═════ SUPPLIED ENTRIES ═════

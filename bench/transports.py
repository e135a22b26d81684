"""Transports: the address string picks the wire; drivers only see the text-level interface.

Three layers, each with a narrow interface::

    drivers ─> MessageTransport (bench.framing: lines, IEEE 488.2 blocks, one deadline per reply)
                 └─> ByteTransport (bench.wire: write bytes, read until / read exactly, close)
                       ├─ VisaByteTransport    (bench.visawire: pyvisa, backend "@py")
                       └─ SerialByteTransport  (bench.serialwire: pyserial serial_for_url)

:data:`SCHEMES` is the explicit registry of address schemes; :func:`open_transport` asks it which
wire an address needs, opens that wire and puts the framing on top. :func:`describe_transports`
explains the registry (``bench info``); a scheme whose library is missing is registered as
unavailable, with the command that installs it.

* ``visa``: VISA resource names (``TCPIP::host::port::SOCKET``, ``TCPIP::host::INSTR``,
  ``GPIB0::18::INSTR``, ``USB::...::INSTR``, ``ASRL1::INSTR``) through pyvisa with pyvisa-py;
* ``socket``: ``socket://host:port`` (raw TCP) through pyserial's ``serial_for_url``;
* ``serial-url``: other pyserial URLs (``rfc2217://host:port``, ``loop://``, ...);
* ``serial-port``: device paths (``/dev/ttyUSB0``, ``COM3``), opened with ``exclusive=True``.

Foreign errors are translated into :mod:`bench.errors` inside the wires and the framing, with
``raise ... from exc``. Timeouts are seconds everywhere; pyvisa's milliseconds appear only where
its attributes are set.
"""

from __future__ import annotations

import importlib.util
import re
from collections.abc import Callable, Sequence
from dataclasses import dataclass
from typing import Protocol

from bench.errors import TransportError
from bench.framing import MessageTransport, Response
from bench.wire import ByteTransport, ScriptedByteTransport, TransportSettings

__all__ = [
    "ByteTransport",
    "MessageTransport",
    "Response",
    "SCHEMES",
    "Scheme",
    "ScriptedTransport",
    "Transport",
    "TransportSettings",
    "describe_transports",
    "find_scheme",
    "is_visa_address",
    "open_byte_transport",
    "open_transport",
]

_VISA_PREFIX = re.compile(r"^(TCPIP\d*|GPIB\d*|USB\d*|ASRL\d*|VXI\d*|PXI\d*)::", re.IGNORECASE)
_SERIAL_URL = re.compile(r"^(rfc2217|loop|spy|hwgrep|alt)://", re.IGNORECASE)
_SERIAL_PORT = re.compile(r"^(/\S+|COM\d+|\\\\\.\\COM\d+)$", re.IGNORECASE)


class Transport(Protocol):
    """What a driver may do with a connection (:class:`~bench.framing.MessageTransport`)."""

    address: str

    def write(self, text: str) -> None:
        """Send one message (the write terminator is added)."""

    def read_line(self, timeout_s: float | None = None) -> str:
        """One text reply; ``timeout_s`` seconds at most (None: the default deadline)."""

    def query(self, text: str, timeout_s: float | None = None) -> str:
        """Send ``text``, return the reply line."""

    def query_block(self, text: str, timeout_s: float | None = None) -> bytes:
        """Send ``text``, return the data of the IEEE 488.2 block that answers it."""

    def query_response(self, text: str, timeout_s: float | None = None) -> Response:
        """Send ``text``, return the reply whether a block or a line."""

    def clear(self) -> None:
        """Discard whatever is in flight from the instrument."""

    def close(self) -> None:
        """Close the connection."""


def is_visa_address(address: str) -> bool:
    """True when ``address`` is a VISA resource name (``TCPIP::...``, ``GPIB0::...``, ...)."""
    return bool(_VISA_PREFIX.match(address.strip()))


# ------------------------------------------------------------------------------- registry


def _open_visa(address: str, settings: TransportSettings) -> ByteTransport:
    from bench.visawire import VisaByteTransport

    return VisaByteTransport.open(address, settings)


def _open_serial(address: str, settings: TransportSettings) -> ByteTransport:
    from bench.serialwire import SerialByteTransport

    return SerialByteTransport.open(address, settings)


@dataclass(frozen=True)
class Scheme:
    """One kind of address the tool can open.

    Attributes
    ----------
    name : str
        Short name (``visa``, ``socket``, ``serial-url``, ``serial-port``).
    matches : callable
        ``matches(address) -> bool``.
    examples : str
        Addresses of this kind, for messages.
    library : str
        What carries it.
    opener : callable
        ``opener(address, settings) -> ByteTransport``.
    modules : tuple of str
        Python modules it needs.
    install : str
        How to install them.
    """

    name: str
    matches: Callable[[str], bool]
    examples: str
    library: str
    opener: Callable[[str, TransportSettings], ByteTransport]
    modules: tuple[str, ...]
    install: str

    @property
    def missing(self) -> tuple[str, ...]:
        """Modules that are not installed (empty: the scheme is available)."""
        return tuple(m for m in self.modules if importlib.util.find_spec(m) is None)

    def explain(self) -> str:
        """One line: the scheme, its examples, its library and whether it can be used."""
        missing = self.missing
        state = ("available" if not missing
                 else f"unavailable: {', '.join(missing)} not installed ({self.install})")
        return f"{self.name:12s} {self.examples} -> {self.library}: {state}"


SCHEMES: tuple[Scheme, ...] = (
    Scheme("visa", is_visa_address,
           "TCPIP::host::5025::SOCKET, TCPIP::host::INSTR, GPIB0::18::INSTR, USB::..::INSTR, ASRL1::INSTR",
           "pyvisa with the pyvisa-py backend ('@py')", _open_visa, ("pyvisa", "pyvisa_py"),
           "pip install pyvisa pyvisa-py"),
    Scheme("socket", lambda a: a.strip().lower().startswith("socket://"), "socket://host:port",
           "pyserial serial_for_url (raw TCP)", _open_serial, ("serial",), "pip install pyserial"),
    Scheme("serial-url", lambda a: bool(_SERIAL_URL.match(a.strip())),
           "rfc2217://host:port, loop://, spy://, hwgrep://, alt://", "pyserial serial_for_url",
           _open_serial, ("serial",), "pip install pyserial"),
    Scheme("serial-port", lambda a: bool(_SERIAL_PORT.match(a.strip())), "/dev/ttyUSB0, /dev/pts/7, COM3",
           "pyserial serial_for_url (exclusive)", _open_serial, ("serial",), "pip install pyserial"),
)


def find_scheme(address: str, schemes: Sequence[Scheme] = ()) -> Scheme:
    """The registered scheme that serves ``address``.

    Parameters
    ----------
    address : str
        VISA resource name, pyserial URL or device path.
    schemes : sequence of Scheme, optional
        Where to look instead of :data:`SCHEMES`.

    Raises
    ------
    TransportError
        When no scheme serves it, or when the library it needs is not installed.
    """
    schemes = schemes or SCHEMES
    for scheme in schemes:
        if scheme.matches(address):
            missing = scheme.missing
            if missing:
                raise TransportError(f"{address}: the {scheme.name} transport is unavailable: "
                                     f"{', '.join(missing)} not installed ({scheme.install})")
            return scheme
    kinds = "; ".join(f"{s.name}: {s.examples}" for s in schemes)
    raise TransportError(f"{address!r}: no transport for this address (expected one of {kinds})")


def describe_transports() -> list[str]:
    """One line per registered scheme, for ``bench info``."""
    return [scheme.explain() for scheme in SCHEMES]


def open_byte_transport(address: str, settings: TransportSettings | None = None) -> ByteTransport:
    """Open the byte wire ``address`` names (no framing)."""
    settings = settings or TransportSettings()
    return find_scheme(address).opener(address.strip(), settings)


def open_transport(address: str, settings: TransportSettings | None = None) -> MessageTransport:
    """Open ``address`` and return its text-level interface (lines and IEEE 488.2 blocks).

    Parameters
    ----------
    address : str
        VISA resource name, pyserial URL or serial device path (see :data:`SCHEMES`).
    settings : TransportSettings, optional
        Terminators, deadlines (seconds) and baud rate.
    """
    settings = settings or TransportSettings()
    return MessageTransport(open_byte_transport(address, settings), settings)


# ------------------------------------------------------------------------------------- tests


class ScriptedTransport(MessageTransport):
    """The real framing over a scripted wire, for tests of the exact commands a driver sends.

    Parameters
    ----------
    answer : callable
        ``answer(command) -> str | bytes | None``, called for every command written. A str is
        sent back as a line (the read terminator appended), bytes as they are (an IEEE 488.2
        block with its terminator, say), None sends nothing.
    address : str
        Name used in messages.
    settings : TransportSettings, optional
        Terminators and deadlines.

    Attributes
    ----------
    sent : list of str
        Every command written, without its terminator.
    """

    def __init__(self, answer: Callable[[str], str | bytes | None], address: str = "scripted",
                 settings: TransportSettings | None = None) -> None:
        settings = settings or TransportSettings()
        term = settings.read_termination.encode("ascii")

        def raw(command: str) -> bytes | None:
            reply = answer(command)
            return reply.encode("ascii") + term if isinstance(reply, str) else reply

        super().__init__(ScriptedByteTransport(raw, address, settings.write_termination.encode("ascii")),
                         settings)

    @property
    def sent(self) -> list[str]:
        """Every command written, without its terminator."""
        return self.wire.messages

═════

* **WORK REQUEST**:
Read the lines above. Gather those in which the string "pyvisa" is found.

* **FINISHED TASK**:
                       ├─ VisaByteTransport    (bench.visawire: pyvisa, backend "@py")
  ``GPIB0::18::INSTR``, ``USB::...::INSTR``, ``ASRL1::INSTR``) through pyvisa with pyvisa-py;
``raise ... from exc``. Timeouts are seconds everywhere; pyvisa's milliseconds appear only where
           "pyvisa with the pyvisa-py backend ('@py')", _open_visa, ("pyvisa", "pyvisa_py"),
           "pip install pyvisa pyvisa-py"),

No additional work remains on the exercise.